Reference is made to another pharmaceutical embodiment, whereby FIG. 13 shows a squeezable tube container (10) and cap (15) arrangement that is physically similar to that of FIG. 9. However, the product within the container is topical preparation in the form of an antibiotic ointment which is to be administered over a 24 hour period at 8 hour intervals. To that end, the timing circuitry is configured to emit an audible alarm after the elapse of 480 minutes. FIG. 13 A shows a first state of the cap (15) whereby the timer is actuated. FIG. 13B shows a first state of the cap (15) whereby the timer has been stopped, and the cap screwed close tightly. In this context, the manufacturer would likely prefer the container is closed tightly between dosages and accordingly the cap may be configured such that screwing the cap (15) tightly will still allow the timer to continue its timing function. When the alert sounds, the act of unscrewing the cap (15) may both (i) silence the alert and (ii) reset the timer to commence a new 240 minute timing period.

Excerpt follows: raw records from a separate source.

// The episode's Readouts tab: per test, the verdict (ceiling ISO or latitude window) with its
// threshold beside the host's own ratings, the charts, the table of steps with their figures and
// frames, the measuring region, and for brackets the reference/recovered frames.
import { lazy, Suspense, useState } from 'react';
import { Link } from 'react-router-dom';
import { mixedSettingsNote, TEST_KIND_LABELS, type ReadoutGrid, type StepReadoutsDto, type TestReadoutsDto } from '@midgray/shared';
import type { EpisodeTabProps } from '../../../app/episode-tabs.tsx';
import { Button } from '../../../components/ui/button.tsx';
import { SelectField, TextField } from '../../../components/ui/field.tsx';
import { ErrorNote, Loading, Panel } from '../../../components/ui/page.tsx';
import { useToast } from '../../../components/ui/toast.tsx';
import { readoutImagePath, readoutsCsvPath, stepFramePath, useEpisodeReadouts, useRunTestReadouts, useSaveReadoutRegion } from '../api/readouts.ts';
import { thresholdSource, verdictHeadline, verdictRule } from '../readout-format.ts';
import { DEFAULT_RUN_OPTIONS, runInput, type RunOptions } from '../run-options.ts';
import { RegionPicker } from './region-picker.tsx';
import { StepsTable } from './steps-table.tsx';
import { WipeView } from './wipe-view.tsx';

// recharts is heavy: the charts arrive in their own chunk, after the table.
const TestCharts = lazy(() => import('./charts.tsx').then((m) => ({ default: m.TestCharts })));

export default function ReadoutsTab({ episodeId }: EpisodeTabProps) {
  const readouts = useEpisodeReadouts(episodeId);
  const [selected, setSelected] = useState<string | null>(null);
  if (readouts.isLoading) return <Loading what="Loading readouts" />;
  if (readouts.error) return <ErrorNote error={readouts.error} />;
  const data = readouts.data!;
  if (!data.tests.length) {
    return <p className="text-sm text-ink-soft">No tests yet. Plan an ISO sweep or a latitude bracket on the Plan tab; once frames are uploaded for its steps, they can be measured here.</p>;
  }
  const current = data.tests.find((t) => t.test.id === selected) ?? data.tests[0];
  return (
    <div className="flex flex-col gap-4">
      {data.tests.length > 1 && (
        <div className="flex flex-wrap gap-2" role="group" aria-label="Tests">
          {data.tests.map((t) => (
            <button
              key={t.test.id}
              type="button"
              aria-pressed={t.test.id === current.test.id}
              onClick={() => setSelected(t.test.id)}
              className={`rounded-md border px-3 py-1.5 text-sm font-semibold ${t.test.id === current.test.id ? 'border-ink bg-ink text-white' : 'border-line-strong bg-card text-ink hover:bg-paper'}`}
            >
              {t.test.name}
              <span className={`ml-2 text-xs font-normal ${t.test.id === current.test.id ? 'text-white/80' : 'text-ink-muted'}`}>
                {t.verdict.stepsMeasured}/{t.verdict.stepsTotal} measured
              </span>
            </button>
          ))}
        </div>
      )}
      <TestReadouts key={current.test.id} test={current} episodeId={episodeId} />
    </div>
  );
}

function TestReadouts({ test, episodeId }: { test: TestReadoutsDto; episodeId: string }) {
  const toast = useToast();
  const run = useRunTestReadouts(episodeId);
  const [options, setOptions] = useState<RunOptions>(DEFAULT_RUN_OPTIONS);
  const pending = test.steps.filter((s) => s.pending).length;
  const withFrames = test.steps.filter((s) => s.frameSource).length;
  const hasVideo = test.steps.some((s) => s.frameSource?.isVideo);

  const runAll = () =>
    run.mutate(
      { testId: test.test.id, ...runInput(options, test.readoutKind) },
      {
        onSuccess: (r) =>
          toast({
            tone: 'success',
            title: `${r.queued.length} ${r.queued.length === 1 ? 'readout' : 'readouts'} queued`,
            lines: r.skipped.length ? [`Skipped ${r.skipped.map((s) => `${s.label} (${s.reason})`).join(', ')}`] : undefined,
          }),
        onError: (e) => toast({ tone: 'error', title: 'Readouts not started', lines: [e.message] }),
      },
    );

  return (
    <div className="flex flex-col gap-4">
      <div className="flex flex-wrap items-end justify-between gap-3">
        <div>
          <h2 className="text-lg font-bold">{test.test.name}</h2>
          <p className="text-sm text-ink-soft">
            {TEST_KIND_LABELS[test.test.kind]} · {test.readoutKind === 'noise' ? 'noise readouts on the region' : 'recovery readouts against the 0-stop frame'} · {withFrames} of {test.steps.length} steps have a frame
          </p>
        </div>
        <div className="flex flex-wrap gap-2">
          {test.canRun && (
            <Button variant="primary" onClick={runAll} disabled={run.isPending || withFrames === 0} title={withFrames === 0 ? 'Upload frames for the steps on the Footage tab first' : undefined}>
              {run.isPending ? 'Queuing…' : test.verdict.stepsMeasured ? 'Run readouts again' : 'Run readouts'}
            </Button>
          )}
          <a href={readoutsCsvPath(test.test.id)} download className="inline-flex min-h-9 items-center rounded-md border border-line-strong bg-card px-3 py-1.5 text-sm font-semibold hover:bg-paper">
            Export CSV
          </a>
          <Link to={`/compare?tests=${test.test.id}`} className="inline-flex min-h-9 items-center rounded-md border border-line-strong bg-card px-3 py-1.5 text-sm font-semibold hover:bg-paper">
            Compare…
          </Link>
        </div>
      </div>
      <p aria-live="polite" className="text-sm text-ink-soft empty:hidden">
        {pending > 0 ? `${pending} ${pending === 1 ? 'readout is' : 'readouts are'} queued or measuring; this page updates by itself.` : ''}
      </p>

      {test.canRun && <RunOptionsForm options={options} onChange={setOptions} kind={test.readoutKind} hasVideo={hasVideo} />}

      <VerdictPanel test={test} />

      {test.verdict.stepsMeasured > 0 && (
        <Panel title="Charts">
          <Suspense fallback={<Loading what="Drawing the charts" />}>
            <TestCharts test={test} />
          </Suspense>
        </Panel>
      )}

      <Panel title="Steps">
        <StepsTable test={test} episodeId={episodeId} options={options} />
      </Panel>

      <RegionPanel test={test} episodeId={episodeId} grid={options.grid} />

      {test.readoutKind === 'recovery' && <RecoveryFramesPanel test={test} />}
    </div>
  );
}

function VerdictPanel({ test }: { test: TestReadoutsDto }) {
  const v = test.verdict;
  const rated = test.steps.filter((s) => s.rating !== null);
  const good = rated.filter((s) => (s.rating ?? 0) >= 4).map((s) => s.label);
  return (
    <section aria-label="Verdict" className="grid gap-3 rounded-lg border border-line bg-paper p-4 md:grid-cols-[minmax(0,1.2fr)_minmax(0,1fr)]">
      <div className="flex flex-col gap-1">
        <p className="text-xs font-semibold tracking-wide text-ink-muted uppercase">Measured</p>
        <p className="text-2xl font-bold" data-testid="verdict-headline">
          {verdictHeadline(v)}
        </p>
        <p className="text-sm text-ink-soft">
          {verdictRule(v)}
          {v.stepsMeasured > 0 ? ` · ${v.stepsMeasured} of ${v.stepsTotal} steps measured` : ''}
        </p>
        <p className="text-xs text-ink-muted">
          Threshold: <strong className="font-semibold text-ink-soft">{v.kind === 'noise' ? `SNR ${v.thresholds.snrThresholdDb} dB` : `ΔE00 ${v.thresholds.deltaEThreshold}`}</strong>. {thresholdSource(v.kind, v.thresholds)}
        </p>
        {mixedSettingsNote(v.mixedSettings) && (
          <p className="rounded-md bg-warn-soft px-2 py-1 text-sm text-warn" role="note">
            {mixedSettingsNote(v.mixedSettings)}
          </p>
        )}
      </div>
      <div className="flex flex-col gap-1 border-t border-line pt-3 md:border-t-0 md:border-l md:pt-0 md:pl-4">
        <p className="text-xs font-semibold tracking-wide text-ink-muted uppercase">The host’s verdict</p>
        {rated.length ? (
          <>
            <p className="text-sm">
              {rated.length} of {test.steps.length} steps rated; rated 4 or 5: {good.length ? good.join(', ') : 'none'}.
            </p>
            <p className="text-xs text-ink-muted">Ratings and notes from the shoot sit beside each step below: the figures back the verdict, they do not replace it.</p>
          </>
        ) : (
          <p className="text-sm text-ink-soft">No ratings yet: the host rates each step on the Plan tab when marking it shot.</p>
        )}
      </div>
    </section>
  );
}

function RunOptionsForm({ options, onChange, kind, hasVideo }: { options: RunOptions; onChange: (o: RunOptions) => void; kind: TestReadoutsDto['readoutKind']; hasVideo: boolean }) {
  const grid = options.grid;
  const setGrid = (g: Partial<ReadoutGrid> | null) => onChange({ ...options, grid: g === null ? null : { cols: 6, rows: 4, patch: null, ...grid, ...g } });
  return (
    <details className="rounded-lg border border-line bg-card p-3">
      <summary className="cursor-pointer text-sm font-semibold">Measurement options</summary>
      <div className="mt-3 flex flex-wrap items-end gap-3">
        {kind === 'noise' && (
          <>
            <label className="flex items-center gap-2 text-sm">
              <input type="checkbox" checked={!!grid} onChange={(e) => setGrid(e.target.checked ? {} : null)} />
              Per-patch grid over the region (for a chart)
            </label>
            {grid && (
              <>
                <TextField label="Columns" type="number" min={1} max={24} value={grid.cols} onChange={(e) => setGrid({ cols: Math.max(1, Math.min(24, Number(e.target.value) || 1)), patch: null })} className="w-24" />
                <TextField label="Rows" type="number" min={1} max={24} value={grid.rows} onChange={(e) => setGrid({ rows: Math.max(1, Math.min(24, Number(e.target.value) || 1)), patch: null })} className="w-24" />
                <SelectField label="Headline patch" value={grid.patch ?? ''} onChange={(e) => setGrid({ patch: e.target.value === '' ? null : Number(e.target.value) })} className="w-48">
                  <option value="">Nearest mid grey (auto)</option>
                  {Array.from({ length: grid.cols * grid.rows }, (_, i) => (
                    <option key={i} value={i}>
                      Row {Math.floor(i / grid.cols) + 1}, column {(i % grid.cols) + 1}
                    </option>
                  ))}
                </SelectField>
              </>
            )}
          </>
        )}
        <SelectField label="Encoding of the frames" value={options.transfer} onChange={(e) => onChange({ ...options, transfer: e.target.value as RunOptions['transfer'] })} className="w-64">
          <option value="auto">By file type (stills sRGB, video BT.709)</option>
          <option value="srgb">sRGB (IEC 61966-2-1)</option>
          <option value="bt709">BT.709 (ITU-R BT.709-6)</option>
        </SelectField>
        {hasVideo && (
          <TextField label="Frame time in videos (s)" type="number" min={0} step="0.1" placeholder="middle" value={options.frameTimeSeconds} onChange={(e) => onChange({ ...options, frameTimeSeconds: e.target.value })} className="w-44" />
        )}
      </div>
    </details>
  );
}

/** The step whose frame the region is drawn on: the 0-stop step of a bracket, else the middle measured step. */
function pictureStep(test: TestReadoutsDto): StepReadoutsDto | null {
  const framed = test.steps.filter((s) => s.latest?.hasFrame || s.frameSource);
  if (!framed.length) return null;
  if (test.readoutKind === 'recovery') return framed.find((s) => s.offsetStops !== null && Math.abs(s.offsetStops) < 1e-6) ?? framed[0];
  return framed[Math.floor((framed.length - 1) / 2)];
}

function RegionPanel({ test, episodeId, grid }: { test: TestReadoutsDto; episodeId: string; grid: ReadoutGrid | null }) {
  const toast = useToast();
  const save = useSaveReadoutRegion(episodeId);
  const [stepId, setStepId] = useState<string | null>(null);
  const framed = test.steps.filter((s) => s.latest?.hasFrame || s.frameSource);
  const step = framed.find((s) => s.id === stepId) ?? pictureStep(test);
  return (
    <Panel title="Measuring region">
      {!step ? (
        <p className="text-sm text-ink-soft">No frame to draw on yet: once a step has a frame grab or footage, draw the region here. Until then every step is measured on the centre tenth of its frame.</p>
      ) : (
        <div className="flex flex-col gap-3">
          {framed.length > 1 && (
            <SelectField label="Draw on the frame of" value={step.id} onChange={(e) => setStepId(e.target.value)} className="w-64">
              {framed.map((s) => (
                <option key={s.id} value={s.id}>
                  {s.label}
                </option>
              ))}
            </SelectField>
          )}
          <RegionPicker
            src={step.latest?.hasFrame ? readoutImagePath(step.latest.id, 'frame') : stepFramePath(step.id)}
            alt={`Frame of ${step.label}`}
            saved={test.test.readoutRegion}
            grid={test.readoutKind === 'noise' ? grid : null}
            canEdit={test.canRun}
            saving={save.isPending}
            onSave={(region) =>
              save.mutate(
                { testId: test.test.id, region },
                {
                  onSuccess: () => toast({ tone: 'success', title: region ? 'Region saved' : 'Back to the centre tenth', lines: ['Run the readouts again to measure on it.'] }),
                  onError: (e) => toast({ tone: 'error', title: 'Region not saved', lines: [e.message] }),
                },
              )
            }
          />
        </div>
      )}
    </Panel>
  );
}

function RecoveryFramesPanel({ test }: { test: TestReadoutsDto }) {
  const candidates = test.steps.filter((s) => s.latest?.hasReferenceFrame && s.latest.hasFrame);
  const [stepId, setStepId] = useState<string | null>(null);
  if (!candidates.length) return null;
  // Default: the measured step with the largest difference, where there is most to see.
  const worst = [...candidates].sort((a, b) => ((b.latest!.results as { meanDeltaE?: number }).meanDeltaE ?? 0) - ((a.latest!.results as { meanDeltaE?: number }).meanDeltaE ?? 0))[0];
  const step = candidates.find((s) => s.id === stepId) ?? worst;
  return (
    <Panel title="Reference and recovered frames">
      <div className="flex flex-col gap-3">
        <SelectField label="Step" value={step.id} onChange={(e) => setStepId(e.target.value)} className="w-64">
          {candidates.map((s) => (
            <option key={s.id} value={s.id}>
              {s.label}
            </option>
          ))}
        </SelectField>
        <WipeView key={step.latest!.id} readout={step.latest!} stepLabel={step.label} />
      </div>
    </Panel>
  );
}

Reference is made to another pharmaceutical embodiment, whereby FIG. 14 shows an aerosol container (10) and cap (15) arrangement that is physically similar to that of FIG. 9. However, the product within the container is a liquid oral preparation in the form of a nicotine replacement composition which is to be administered over the waking period of the day at hourly intervals. To that end, the timing circuitry is configured to emit an audible alarm after the elapse of 60 minutes. In this embodiment, a capacitive region is provided on the exterior of the container (10) which when contact by a user’s hand actuates an electronic timing circuit disposed about the container. FIG. 14A shows a first state whereby the timer is actuated and a green LED backlight illuminates an indicium showing an hours glass to indicate the timer has activated. FIG. 13B shows a second state of the cap (15) whereby the timer has been stopped after the user has again contacted the container (thereby actuating again the capacitive region) after the timer alert was emitted. This second contact with the container resets the timer for a further 60 minute period.

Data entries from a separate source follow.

// The compare page: pick two or more tests of the same kind from any of the channel's episodes
// (two bodies, or one body before and after a firmware update) and see their curves on the same
// axes and their verdicts side by side. The picked tests live in the URL (?tests=a,b), so a
// comparison can be shared with the team.
import { lazy, Suspense, useMemo } from 'react';
import { Link, useSearchParams } from 'react-router-dom';
import { mixedSettingsNote, TEST_KIND_LABELS, type CompareDto, type TestKind } from '@midgray/shared';
import { ErrorNote, Loading, PageHeader, Panel } from '../../../components/ui/page.tsx';
import { useCurrentChannel } from '../../channels/current-channel.tsx';
import { useCompare, useComparableTests } from '../api/readouts.ts';
import { SERIES_COLOURS } from '../palette.ts';
import { formatDb, formatIso, formatNumber, formatStopsShort, thresholdSource, verdictHeadline, verdictRule } from '../readout-format.ts';

const CompareCharts = lazy(() => import('./charts.tsx').then((m) => ({ default: m.CompareCharts })));
const SWATCHES = SERIES_COLOURS;
const KIND_PLURAL: Record<TestKind, string> = { iso_sweep: 'ISO sweeps', latitude_bracket: 'Latitude brackets', custom: 'Custom tests' };

export function ComparePage() {
  const { channel } = useCurrentChannel();
  const channelId = channel?.id ?? '';
  const [params, setParams] = useSearchParams();
  const picked = useMemo(() => (params.get('tests') ?? '').split(',').filter(Boolean), [params]);
  const tests = useComparableTests(channelId);
  const byId = new Map((tests.data ?? []).map((t) => [t.id, t]));
  const kinds = [...new Set((tests.data ?? []).map((t) => t.kind))];
  const kind: TestKind | null = (params.get('kind') as TestKind | null) ?? byId.get(picked[0])?.kind ?? kinds[0] ?? null;
  const pickedOfKind = picked.filter((id) => byId.get(id)?.kind === kind);
  const compare = useCompare(channelId, pickedOfKind);

  const setPicked = (ids: string[], nextKind: TestKind | null = kind) => {
    const next = new URLSearchParams();
    if (nextKind) next.set('kind', nextKind);
    if (ids.length) next.set('tests', ids.join(','));
    setParams(next, { replace: true });
  };

  return (
    <div className="flex flex-col gap-5">
      <PageHeader
        title="Compare readouts"
        description="Pick two or more tests of the same kind — two bodies, or one body before and after a firmware update — to see their curves on the same axes and their verdicts side by side, measured against this channel’s thresholds."
      />
      {tests.isLoading && <Loading what="Loading the channel’s tests" />}
      {tests.error && <ErrorNote error={tests.error} />}
      {tests.data && !tests.data.length && <p className="text-sm text-ink-soft">No tests in this channel yet: plan one on an episode’s Plan tab.</p>}
      {tests.data && kind && (
        <Panel title="Tests">
          <div className="flex flex-col gap-3">
            <div className="flex flex-wrap gap-2" role="group" aria-label="Kind of test">
              {kinds.map((k) => (
                <button
                  key={k}
                  type="button"
                  aria-pressed={k === kind}
                  onClick={() => setPicked(picked.filter((id) => byId.get(id)?.kind === k), k)}
                  className={`rounded-md border px-3 py-1.5 text-sm font-semibold ${k === kind ? 'border-ink bg-ink text-white' : 'border-line-strong bg-card text-ink hover:bg-paper'}`}
                >
                  {KIND_PLURAL[k]}
                </button>
              ))}
            </div>
            <fieldset>
              <legend className="mb-2 text-sm text-ink-soft">{KIND_PLURAL[kind]} of the channel’s episodes (newest first)</legend>
              <ul className="flex flex-col gap-1.5">
                {tests.data
                  .filter((t) => t.kind === kind)
                  .map((t) => {
                    const checked = pickedOfKind.includes(t.id);
                    const index = pickedOfKind.indexOf(t.id);
                    return (
                      <li key={t.id}>
                        <label className="flex items-start gap-2 text-sm">
                          <input type="checkbox" className="mt-1" checked={checked} onChange={(e) => setPicked(e.target.checked ? [...pickedOfKind, t.id] : pickedOfKind.filter((id) => id !== t.id))} />
                          {checked && <span aria-hidden="true" className="mt-1.5 inline-block h-2.5 w-4 shrink-0 rounded-sm" style={{ background: SWATCHES[index % SWATCHES.length] }} />}
                          <span>
                            <span className="font-semibold">{t.name}</span> <span className="text-ink-soft">· {t.episodeTitle}</span>
                            <span className="block text-xs text-ink-muted">
                              {t.stepsMeasured} of {t.stepsTotal} steps measured
                            </span>
                          </span>
                        </label>
                      </li>
                    );
                  })}
              </ul>
            </fieldset>
          </div>
        </Panel>
      )}
      {pickedOfKind.length < 2 && tests.data?.length ? <p className="text-sm text-ink-soft">Pick at least two tests to compare.</p> : null}
      {compare.error && <ErrorNote error={compare.error} />}
      {compare.isLoading && <Loading what="Comparing" />}
      {compare.data && pickedOfKind.length >= 2 && <Comparison data={compare.data} />}
    </div>
  );
}

function Comparison({ data }: { data: CompareDto }) {
  const noise = data.readoutKind === 'noise';
  const xs = [...new Set(data.series.flatMap((s) => s.points.map((p) => (noise ? p.iso : p.offsetStops)).filter((v): v is number => v !== null)))].sort((a, b) => a - b);
  return (
    <>
      <section aria-label="Verdicts" className="grid gap-3 sm:grid-cols-2 xl:grid-cols-4">
        {data.series.map((s, i) => (
          <article key={s.test.id} className="flex flex-col gap-1 rounded-lg border border-line bg-card p-4" style={{ borderTop: `4px solid ${SWATCHES[i % SWATCHES.length]}` }}>
            <h2 className="text-sm font-semibold">
              <Link to={`/episodes/${s.test.episodeId}?tab=readouts`} className="hover:underline">
                {s.test.episodeTitle}
              </Link>
            </h2>
            <p className="text-xs text-ink-muted">{s.test.name}</p>
            <p className="mt-1 text-lg font-bold">{verdictHeadline(s.verdict)}</p>
            <p className="text-xs text-ink-soft">
              {s.verdict.stepsMeasured} of {s.verdict.stepsTotal} steps measured
            </p>
            {mixedSettingsNote(s.verdict.mixedSettings) && (
              <p className="mt-1 text-xs text-warn" role="note">
                {mixedSettingsNote(s.verdict.mixedSettings)}
              </p>
            )}
          </article>
        ))}
      </section>
      <p className="text-sm text-ink-soft">
        {verdictRule({ ...data.series[0].verdict })}. {thresholdSource(data.readoutKind, data.thresholds)}
      </p>
      <Panel title="Curves">
        <Suspense fallback={<Loading what="Drawing the charts" />}>
          <CompareCharts compare={data} />
        </Suspense>
      </Panel>
      <Panel title={noise ? 'SNR per ISO' : 'Mean ΔE00 per offset'}>
        <div className="-mx-4 overflow-x-auto px-4">
          <table className="w-full text-sm">
            <caption className="sr-only">{noise ? 'SNR in dB of each test per ISO step' : 'Mean ΔE00 of each test per stop offset'}</caption>
            <thead className="bg-paper text-ink-soft">
              <tr>
                <th scope="col" className="px-2 py-2 text-left font-semibold">
                  {TEST_KIND_LABELS[data.series[0].test.kind]}
                </th>
                {xs.map((x) => (
                  <th key={x} scope="col" className="px-2 py-2 text-right font-semibold whitespace-nowrap">
                    {noise ? formatIso(x) : formatStopsShort(x)}
                  </th>
                ))}
              </tr>
            </thead>
            <tbody>
              {data.series.map((s) => (
                <tr key={s.test.id} className="border-t border-line">
                  <th scope="row" className="px-2 py-2 text-left font-semibold">
                    {s.test.episodeTitle}
                    <span className="block text-xs font-normal text-ink-muted">{s.test.name}</span>
                  </th>
                  {xs.map((x) => {
                    const p = s.points.find((q) => (noise ? q.iso === x : q.offsetStops !== null && Math.abs(q.offsetStops - x) < 1e-6));
                    return (
                      <td key={x} className="px-2 py-2 text-right tabular-nums whitespace-nowrap">
                        {noise ? formatDb(p?.snrDb) : formatNumber(p?.meanDeltaE, 2)}
                      </td>
                    );
                  })}
                </tr>
              ))}
            </tbody>
          </table>
        </div>
      </Panel>
    </>
  );
}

It will be appreciated that the present invention is also suitable for solid products, such as solid dosage forms of medicaments such as tablets, capsules, pills, lozenges and the like that may be stored in a container. It will be further appreciated that an advantage of some forms of the invention is that the user has no ability to alter the time period set for the timing means. Prior art timers rely on a user having entered the correct time period, which in some applications may be important or even critical. The present invention (at least where the timing means is embodied in the form of electronic circuitry) allows the manufacturer of a product to set a timing interval that cannot be altered, thereby removing the possibility of error on the part of a user.

While the invention has been disclosed in connection with the preferred embodiments shown and described in detail, various modifications and improvements thereon will become readily apparent to those skilled in the art.

Accordingly, the spirit and scope of the present invention is not to be limited by the foregoing examples, but is to be understood in the broadest sense allowable by law.